RECORDS FOR PROCESSING:
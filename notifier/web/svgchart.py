"""The status page's small chart, drawn on the server as SVG: the last 24 h of air
temperature, dew point and surface temperature (°C, upper panel) and visibility (km,
lower panel), with the site's local hours along the bottom.

Plain SVG 1.1 written by hand: no script, no web font, nothing fetched, a few kilobytes
per site, so the page stays light on a phone. A gap in the readings is a gap in the line
(nothing is drawn across missing data: silence must not look like a smooth night).
"""

from __future__ import annotations

import math
from collections.abc import Mapping, Sequence
from datetime import datetime, timedelta
from xml.sax.saxutils import escape
from zoneinfo import ZoneInfo

import numpy as np

__all__ = ["SERIES", "chart_svg"]

# column, label, colour, panel (0: temperatures, 1: visibility)
SERIES = (
    ("temp_c", "air °C", "#c0392b", 0),
    ("dewpoint_c", "dew point °C", "#2471a3", 0),
    ("surface_temp_c", "surface °C", "#7d3c98", 0),
    ("visibility_m", "visibility km", "#5d6d7e", 1),
)
WIDTH, HEIGHT = 360, 170
LEFT, RIGHT = 34, 8
PANELS = ((8, 96), (112, 146))  # (top, bottom) of each panel, in pixels
GAP_S = 3 * 3600  # readings further apart than this are not joined (common practice)


def _segments(xs: np.ndarray, ys: np.ndarray) -> list[list[tuple[float, float]]]:
    """Runs of finite points; a NaN or a long pause between readings starts a new run."""
    runs: list[list[tuple[float, float]]] = []
    current: list[tuple[float, float]] = []
    last_x = None
    for x, y in zip(xs, ys, strict=True):
        if not math.isfinite(y):
            if current:
                runs.append(current)
            current, last_x = [], None
            continue
        if last_x is not None and x - last_x > GAP_S:
            runs.append(current)
            current = []
        current.append((float(x), float(y)))
        last_x = x
    if current:
        runs.append(current)
    return runs


def _range(values: Sequence[np.ndarray], floor_span: float) -> tuple[float, float] | None:
    finite = [v[np.isfinite(v)] for v in values]
    finite = [v for v in finite if v.size]
    if not finite:
        return None
    lo = float(min(v.min() for v in finite))
    hi = float(max(v.max() for v in finite))
    if hi - lo < floor_span:
        mid = (hi + lo) / 2
        lo, hi = mid - floor_span / 2, mid + floor_span / 2
    return math.floor(lo), math.ceil(hi)


def chart_svg(
    times_s: np.ndarray,
    columns: Mapping[str, np.ndarray],
    end: datetime,
    tz_name: str,
    title: str,
    hours: int = 24,
) -> str:
    """An SVG chart of ``columns`` (arrays beside ``times_s``, POSIX seconds) over the
    ``hours`` before ``end``; times along the bottom in ``tz_name``."""
    end_s = end.timestamp()
    start_s = end_s - hours * 3600
    span_x = WIDTH - LEFT - RIGHT

    def x_of(t: float) -> float:
        return LEFT + (t - start_s) / (end_s - start_s) * span_x

    out = [
        f'<svg xmlns="http://www.w3.org/2000/svg" viewBox="0 0 {WIDTH} {HEIGHT}" '
        f'role="img" class="chart"><title>{escape(title)}</title>',
        *(
            f'<rect x="{LEFT}" y="{top}" width="{span_x}" height="{bottom - top}" '
            'fill="none" stroke="#ccc"/>'
            for top, bottom in PANELS
        ),
    ]
    inside = (times_s >= start_s) & (times_s <= end_s)
    xs = np.asarray(times_s, dtype=float)[inside]
    for panel, unit_scale, floor_span in ((0, 1.0, 4.0), (1, 0.001, 1.0)):
        names = [s for s in SERIES if s[3] == panel and s[0] in columns]
        values = [np.asarray(columns[n], dtype=float)[inside] * unit_scale for n, *_ in names]
        found = _range(values, floor_span)
        top, bottom = PANELS[panel]
        if found is None:
            out.append(
                f'<text x="{LEFT + 6}" y="{(top + bottom) / 2 + 4:.0f}" class="none">'
                f"no {'temperatures' if panel == 0 else 'visibility'} in the last {hours} h</text>"
            )
            continue
        lo, hi = (0.0, found[1]) if panel == 1 else found
        for label, y in ((f"{hi:g}", top + 9), (f"{lo:g}", bottom - 2)):
            out.append(f'<text x="{LEFT - 3}" y="{y}" text-anchor="end">{label}</text>')
        for (_, _label, colour, _), ys in zip(names, values, strict=True):
            for run in _segments(xs, ys):
                pts = " ".join(
                    f"{x_of(x):.1f},{bottom - (y - lo) / (hi - lo) * (bottom - top):.1f}"
                    for x, y in run
                )
                out.append(f'<polyline fill="none" stroke="{colour}" points="{pts}"/>')
    zone = ZoneInfo(tz_name)
    tick = (datetime.fromtimestamp(start_s, zone) + timedelta(hours=1)).replace(
        minute=0, second=0, microsecond=0
    )
    while tick.timestamp() <= end_s:
        if tick.hour % 6 == 0:
            x = x_of(tick.timestamp())
            out.append(
                f'<line x1="{x:.1f}" x2="{x:.1f}" y1="{PANELS[0][0]}" y2="{PANELS[1][1]}" '
                'stroke="#eee"/>'
                f'<text x="{x:.1f}" y="{HEIGHT - 12}" text-anchor="middle">{tick:%H:%M}</text>'
            )
        tick += timedelta(hours=1)
    legend_x = LEFT
    for _column, label, colour, _ in SERIES:
        out.append(f'<text x="{legend_x}" y="{HEIGHT - 1}" fill="{colour}">{escape(label)}</text>')
        legend_x += 7 + 6 * len(label)
    out.append("</svg>")
    return "".join(out)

WORK TO BE COMPLETED:
Please report every line of the listing that contains the string "escape".

RESPONSE BELOW:
from xml.sax.saxutils import escape
        f'role="img" class="chart"><title>{escape(title)}</title>',
        out.append(f'<text x="{legend_x}" y="{HEIGHT - 1}" fill="{colour}">{escape(label)}</text>')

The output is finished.